▶ **YOUR GOAL**
Write out each line of the entries exactly, starting at the first and finishing with the line that contains "1.0, 1.0, 0.75]);".

[Stored data entries]
:::
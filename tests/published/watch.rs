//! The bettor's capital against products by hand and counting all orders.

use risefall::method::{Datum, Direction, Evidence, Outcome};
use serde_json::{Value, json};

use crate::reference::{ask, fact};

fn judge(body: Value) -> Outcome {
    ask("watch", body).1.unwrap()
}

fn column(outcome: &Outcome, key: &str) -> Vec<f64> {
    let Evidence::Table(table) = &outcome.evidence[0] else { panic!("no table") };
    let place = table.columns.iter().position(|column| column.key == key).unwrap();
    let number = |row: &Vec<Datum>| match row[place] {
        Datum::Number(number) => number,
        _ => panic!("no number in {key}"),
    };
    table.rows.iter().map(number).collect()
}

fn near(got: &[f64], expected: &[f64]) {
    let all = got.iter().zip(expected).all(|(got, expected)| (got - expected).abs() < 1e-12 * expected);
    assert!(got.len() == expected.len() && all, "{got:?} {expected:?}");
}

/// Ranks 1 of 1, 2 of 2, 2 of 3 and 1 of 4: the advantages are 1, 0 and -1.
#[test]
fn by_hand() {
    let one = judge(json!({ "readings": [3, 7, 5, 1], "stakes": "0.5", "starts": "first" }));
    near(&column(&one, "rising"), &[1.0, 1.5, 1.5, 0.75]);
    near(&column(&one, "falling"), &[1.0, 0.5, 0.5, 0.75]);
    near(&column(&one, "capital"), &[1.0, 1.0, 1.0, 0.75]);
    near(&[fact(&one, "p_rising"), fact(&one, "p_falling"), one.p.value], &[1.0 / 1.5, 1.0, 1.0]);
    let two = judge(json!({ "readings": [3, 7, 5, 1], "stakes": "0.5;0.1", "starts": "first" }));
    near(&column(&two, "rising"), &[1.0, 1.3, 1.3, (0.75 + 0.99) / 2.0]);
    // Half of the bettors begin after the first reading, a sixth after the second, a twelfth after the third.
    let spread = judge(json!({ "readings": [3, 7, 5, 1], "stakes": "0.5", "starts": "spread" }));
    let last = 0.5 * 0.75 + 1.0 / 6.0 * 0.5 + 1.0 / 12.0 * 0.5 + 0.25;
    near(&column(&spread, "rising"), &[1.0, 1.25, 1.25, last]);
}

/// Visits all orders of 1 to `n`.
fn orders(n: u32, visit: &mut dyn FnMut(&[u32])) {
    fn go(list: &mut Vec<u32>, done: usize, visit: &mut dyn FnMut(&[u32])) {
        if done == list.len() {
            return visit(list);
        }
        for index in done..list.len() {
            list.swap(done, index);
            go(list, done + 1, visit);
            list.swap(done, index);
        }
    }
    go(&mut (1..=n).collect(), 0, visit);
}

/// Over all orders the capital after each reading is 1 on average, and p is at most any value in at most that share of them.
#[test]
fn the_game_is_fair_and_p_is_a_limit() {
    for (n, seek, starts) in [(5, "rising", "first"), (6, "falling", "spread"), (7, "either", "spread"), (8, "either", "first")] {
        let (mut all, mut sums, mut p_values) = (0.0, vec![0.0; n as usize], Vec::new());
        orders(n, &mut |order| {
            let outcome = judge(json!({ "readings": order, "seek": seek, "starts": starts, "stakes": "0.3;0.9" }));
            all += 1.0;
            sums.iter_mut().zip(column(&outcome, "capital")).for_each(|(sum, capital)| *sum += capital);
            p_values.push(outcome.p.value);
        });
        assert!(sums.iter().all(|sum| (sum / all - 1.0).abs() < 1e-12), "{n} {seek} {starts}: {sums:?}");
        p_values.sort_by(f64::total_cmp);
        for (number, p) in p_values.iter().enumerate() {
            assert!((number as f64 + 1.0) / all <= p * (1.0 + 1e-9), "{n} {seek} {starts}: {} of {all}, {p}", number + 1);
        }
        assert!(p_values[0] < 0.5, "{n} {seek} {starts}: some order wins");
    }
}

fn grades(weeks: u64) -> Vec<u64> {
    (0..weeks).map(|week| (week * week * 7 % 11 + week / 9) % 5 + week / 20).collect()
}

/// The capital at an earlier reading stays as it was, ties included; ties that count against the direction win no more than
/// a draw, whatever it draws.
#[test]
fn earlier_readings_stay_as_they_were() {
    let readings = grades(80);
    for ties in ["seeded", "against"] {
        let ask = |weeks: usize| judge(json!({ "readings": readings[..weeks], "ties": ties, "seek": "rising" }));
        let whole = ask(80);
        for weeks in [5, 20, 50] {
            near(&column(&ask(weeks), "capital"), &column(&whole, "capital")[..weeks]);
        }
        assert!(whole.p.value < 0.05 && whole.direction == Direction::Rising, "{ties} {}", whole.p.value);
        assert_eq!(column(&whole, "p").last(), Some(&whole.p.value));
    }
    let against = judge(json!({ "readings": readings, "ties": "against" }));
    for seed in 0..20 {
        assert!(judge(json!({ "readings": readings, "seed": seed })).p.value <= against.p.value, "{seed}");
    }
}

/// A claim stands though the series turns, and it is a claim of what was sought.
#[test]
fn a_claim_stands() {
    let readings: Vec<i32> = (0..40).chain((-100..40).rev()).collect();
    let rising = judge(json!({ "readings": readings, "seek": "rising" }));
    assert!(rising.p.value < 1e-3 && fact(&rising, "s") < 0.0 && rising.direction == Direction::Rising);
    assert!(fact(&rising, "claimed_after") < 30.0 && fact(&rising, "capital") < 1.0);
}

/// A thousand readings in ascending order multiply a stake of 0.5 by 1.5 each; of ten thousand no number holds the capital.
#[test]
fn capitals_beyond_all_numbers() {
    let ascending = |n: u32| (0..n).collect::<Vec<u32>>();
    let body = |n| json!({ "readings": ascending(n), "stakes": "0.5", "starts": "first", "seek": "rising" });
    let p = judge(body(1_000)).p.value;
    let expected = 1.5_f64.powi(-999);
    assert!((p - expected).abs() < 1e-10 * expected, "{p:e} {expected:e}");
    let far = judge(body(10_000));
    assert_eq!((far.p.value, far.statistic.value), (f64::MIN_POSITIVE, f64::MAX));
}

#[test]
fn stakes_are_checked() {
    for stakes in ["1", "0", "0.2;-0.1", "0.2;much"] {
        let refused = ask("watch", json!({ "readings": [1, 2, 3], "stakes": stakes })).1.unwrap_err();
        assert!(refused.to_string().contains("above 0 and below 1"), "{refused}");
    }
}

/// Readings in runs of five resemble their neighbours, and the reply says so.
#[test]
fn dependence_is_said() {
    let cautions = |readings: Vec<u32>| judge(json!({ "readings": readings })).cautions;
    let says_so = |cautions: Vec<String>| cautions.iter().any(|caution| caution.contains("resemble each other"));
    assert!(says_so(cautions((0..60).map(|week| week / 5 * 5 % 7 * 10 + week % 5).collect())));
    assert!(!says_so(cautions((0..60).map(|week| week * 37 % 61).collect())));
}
:::
▶ **ANSWER AREA**
filename tests/published/watch.rs
//! The bettor's capital against products by hand and counting all orders.

use risefall::method::{Datum, Direction, Evidence, Outcome};
use serde_json::{Value, json};

use crate::reference::{ask, fact};

fn judge(body: Value) -> Outcome {
    ask("watch", body).1.unwrap()
}

fn column(outcome: &Outcome, key: &str) -> Vec<f64> {
    let Evidence::Table(table) = &outcome.evidence[0] else { panic!("no table") };
    let place = table.columns.iter().position(|column| column.key == key).unwrap();
    let number = |row: &Vec<Datum>| match row[place] {
        Datum::Number(number) => number,
        _ => panic!("no number in {key}"),
    };
    table.rows.iter().map(number).collect()
}

fn near(got: &[f64], expected: &[f64]) {
    let all = got.iter().zip(expected).all(|(got, expected)| (got - expected).abs() < 1e-12 * expected);
    assert!(got.len() == expected.len() && all, "{got:?} {expected:?}");
}

/// Ranks 1 of 1, 2 of 2, 2 of 3 and 1 of 4: the advantages are 1, 0 and -1.
#[test]
fn by_hand() {
    let one = judge(json!({ "readings": [3, 7, 5, 1], "stakes": "0.5", "starts": "first" }));
    near(&column(&one, "rising"), &[1.0, 1.5, 1.5, 0.75]);
    near(&column(&one, "falling"), &[1.0, 0.5, 0.5, 0.75]);
    near(&column(&one, "capital"), &[1.0, 1.0, 1.0, 0.75]);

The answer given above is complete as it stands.